#### [Work instruction]
Below are entries. Reproduce exactly the lines between the line holding "(its check_array raises" and the line holding "type Fraction float64", inclusive, and only those.

Data entries
Start of Block

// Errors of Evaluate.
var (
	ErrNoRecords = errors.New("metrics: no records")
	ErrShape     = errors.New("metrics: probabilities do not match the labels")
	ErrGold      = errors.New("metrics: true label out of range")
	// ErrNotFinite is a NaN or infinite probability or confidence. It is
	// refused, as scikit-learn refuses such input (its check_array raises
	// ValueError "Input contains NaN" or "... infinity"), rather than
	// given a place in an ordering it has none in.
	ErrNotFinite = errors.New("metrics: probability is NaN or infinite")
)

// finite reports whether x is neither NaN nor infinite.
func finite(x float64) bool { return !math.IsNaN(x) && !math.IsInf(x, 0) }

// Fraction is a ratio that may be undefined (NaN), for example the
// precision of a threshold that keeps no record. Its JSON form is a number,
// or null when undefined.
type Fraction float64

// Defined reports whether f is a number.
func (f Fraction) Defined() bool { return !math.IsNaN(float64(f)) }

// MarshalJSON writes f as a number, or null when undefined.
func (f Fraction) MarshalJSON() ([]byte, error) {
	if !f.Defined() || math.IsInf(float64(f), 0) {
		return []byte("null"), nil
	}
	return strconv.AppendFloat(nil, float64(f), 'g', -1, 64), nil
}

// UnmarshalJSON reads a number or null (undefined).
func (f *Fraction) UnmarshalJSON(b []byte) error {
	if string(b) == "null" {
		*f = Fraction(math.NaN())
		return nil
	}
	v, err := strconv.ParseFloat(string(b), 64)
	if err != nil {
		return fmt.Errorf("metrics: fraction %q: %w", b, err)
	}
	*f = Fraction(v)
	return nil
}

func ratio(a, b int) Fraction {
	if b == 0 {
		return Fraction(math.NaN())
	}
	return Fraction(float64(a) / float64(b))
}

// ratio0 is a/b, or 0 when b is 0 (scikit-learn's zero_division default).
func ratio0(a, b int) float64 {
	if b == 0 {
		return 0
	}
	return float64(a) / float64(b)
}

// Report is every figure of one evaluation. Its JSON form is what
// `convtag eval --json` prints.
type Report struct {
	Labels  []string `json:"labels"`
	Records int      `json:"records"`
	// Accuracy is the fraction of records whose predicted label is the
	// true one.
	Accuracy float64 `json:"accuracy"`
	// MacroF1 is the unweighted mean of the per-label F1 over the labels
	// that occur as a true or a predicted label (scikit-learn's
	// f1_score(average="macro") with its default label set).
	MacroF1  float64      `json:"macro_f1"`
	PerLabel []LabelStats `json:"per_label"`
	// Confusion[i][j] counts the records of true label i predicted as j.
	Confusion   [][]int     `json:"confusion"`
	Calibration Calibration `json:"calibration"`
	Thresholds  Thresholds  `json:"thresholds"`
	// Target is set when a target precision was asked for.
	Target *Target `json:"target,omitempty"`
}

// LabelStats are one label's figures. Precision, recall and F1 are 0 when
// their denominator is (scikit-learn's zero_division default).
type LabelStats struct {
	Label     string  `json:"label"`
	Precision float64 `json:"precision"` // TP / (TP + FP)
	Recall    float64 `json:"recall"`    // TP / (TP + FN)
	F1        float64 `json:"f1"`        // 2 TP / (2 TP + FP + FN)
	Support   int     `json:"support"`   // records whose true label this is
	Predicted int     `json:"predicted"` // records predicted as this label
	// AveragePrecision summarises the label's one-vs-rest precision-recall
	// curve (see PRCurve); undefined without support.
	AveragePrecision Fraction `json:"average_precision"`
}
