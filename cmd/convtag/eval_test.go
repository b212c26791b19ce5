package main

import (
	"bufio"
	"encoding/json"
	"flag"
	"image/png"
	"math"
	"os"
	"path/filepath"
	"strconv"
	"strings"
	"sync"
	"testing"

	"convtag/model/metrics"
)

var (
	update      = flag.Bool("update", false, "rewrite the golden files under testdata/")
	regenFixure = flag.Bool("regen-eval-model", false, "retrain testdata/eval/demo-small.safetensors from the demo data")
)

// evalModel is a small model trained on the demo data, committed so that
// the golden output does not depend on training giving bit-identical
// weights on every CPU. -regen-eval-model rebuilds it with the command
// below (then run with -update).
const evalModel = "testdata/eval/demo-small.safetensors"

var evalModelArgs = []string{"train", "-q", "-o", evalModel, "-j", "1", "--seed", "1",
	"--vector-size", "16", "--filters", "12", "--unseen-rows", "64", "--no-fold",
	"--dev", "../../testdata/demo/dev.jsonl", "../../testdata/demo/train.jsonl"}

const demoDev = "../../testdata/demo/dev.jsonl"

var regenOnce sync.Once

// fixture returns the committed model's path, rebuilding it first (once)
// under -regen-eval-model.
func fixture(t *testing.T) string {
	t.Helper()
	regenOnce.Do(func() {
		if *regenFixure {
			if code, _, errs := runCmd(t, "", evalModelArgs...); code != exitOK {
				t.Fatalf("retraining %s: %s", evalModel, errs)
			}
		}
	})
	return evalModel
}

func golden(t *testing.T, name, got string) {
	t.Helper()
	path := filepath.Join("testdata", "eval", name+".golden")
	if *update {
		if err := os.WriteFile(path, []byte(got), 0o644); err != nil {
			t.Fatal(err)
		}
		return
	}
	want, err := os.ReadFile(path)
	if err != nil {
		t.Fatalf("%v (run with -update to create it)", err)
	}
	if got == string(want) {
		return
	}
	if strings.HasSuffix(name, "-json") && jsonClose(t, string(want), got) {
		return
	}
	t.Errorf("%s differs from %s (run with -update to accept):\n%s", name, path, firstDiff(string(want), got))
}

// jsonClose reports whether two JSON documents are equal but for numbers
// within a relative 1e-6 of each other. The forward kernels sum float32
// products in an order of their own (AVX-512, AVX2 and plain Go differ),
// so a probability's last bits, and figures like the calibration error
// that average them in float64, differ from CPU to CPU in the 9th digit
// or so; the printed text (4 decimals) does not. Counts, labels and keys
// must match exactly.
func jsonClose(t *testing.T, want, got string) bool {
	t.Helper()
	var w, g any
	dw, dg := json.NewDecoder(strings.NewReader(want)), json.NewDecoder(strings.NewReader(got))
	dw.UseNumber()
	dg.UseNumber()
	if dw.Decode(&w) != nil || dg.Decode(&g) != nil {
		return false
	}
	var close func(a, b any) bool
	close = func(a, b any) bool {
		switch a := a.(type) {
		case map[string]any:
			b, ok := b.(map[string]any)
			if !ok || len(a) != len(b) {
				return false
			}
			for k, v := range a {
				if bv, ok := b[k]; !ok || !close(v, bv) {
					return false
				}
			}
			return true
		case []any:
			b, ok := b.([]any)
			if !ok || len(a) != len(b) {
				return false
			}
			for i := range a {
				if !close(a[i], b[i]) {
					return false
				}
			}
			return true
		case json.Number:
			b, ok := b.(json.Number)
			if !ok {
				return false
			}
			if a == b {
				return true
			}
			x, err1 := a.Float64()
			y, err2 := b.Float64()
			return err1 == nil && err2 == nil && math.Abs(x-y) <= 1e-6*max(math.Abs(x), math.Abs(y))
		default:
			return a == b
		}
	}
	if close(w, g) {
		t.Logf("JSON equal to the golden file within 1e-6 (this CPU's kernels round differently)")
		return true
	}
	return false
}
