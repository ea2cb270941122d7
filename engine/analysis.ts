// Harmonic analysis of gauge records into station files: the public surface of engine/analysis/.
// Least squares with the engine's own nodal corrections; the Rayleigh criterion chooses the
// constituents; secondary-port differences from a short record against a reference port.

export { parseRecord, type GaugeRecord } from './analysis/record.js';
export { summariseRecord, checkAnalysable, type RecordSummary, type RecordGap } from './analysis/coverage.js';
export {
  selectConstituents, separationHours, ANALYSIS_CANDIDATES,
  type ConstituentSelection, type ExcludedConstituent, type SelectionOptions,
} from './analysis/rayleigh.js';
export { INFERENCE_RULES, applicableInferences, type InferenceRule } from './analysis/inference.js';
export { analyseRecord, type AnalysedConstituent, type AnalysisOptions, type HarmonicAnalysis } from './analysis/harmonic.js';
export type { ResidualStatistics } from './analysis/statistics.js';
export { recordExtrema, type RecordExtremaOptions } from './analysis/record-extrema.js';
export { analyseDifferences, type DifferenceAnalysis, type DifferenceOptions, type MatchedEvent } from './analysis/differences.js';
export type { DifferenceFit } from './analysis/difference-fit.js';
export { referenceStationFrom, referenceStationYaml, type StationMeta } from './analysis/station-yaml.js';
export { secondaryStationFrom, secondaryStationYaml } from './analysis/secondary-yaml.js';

End of Block

#### [Exercise result]
	// refused, as scikit-learn refuses such input (its check_array raises
	// ValueError "Input contains NaN" or "... infinity"), rather than
	// given a place in an ordering it has none in.
	ErrNotFinite = errors.New("metrics: probability is NaN or infinite")
)

// finite reports whether x is neither NaN nor infinite.
func finite(x float64) bool { return !math.IsNaN(x) && !math.IsInf(x, 0) }

// Fraction is a ratio that may be undefined (NaN), for example the
// precision of a threshold that keeps no record. Its JSON form is a number,
// or null when undefined.
type Fraction float64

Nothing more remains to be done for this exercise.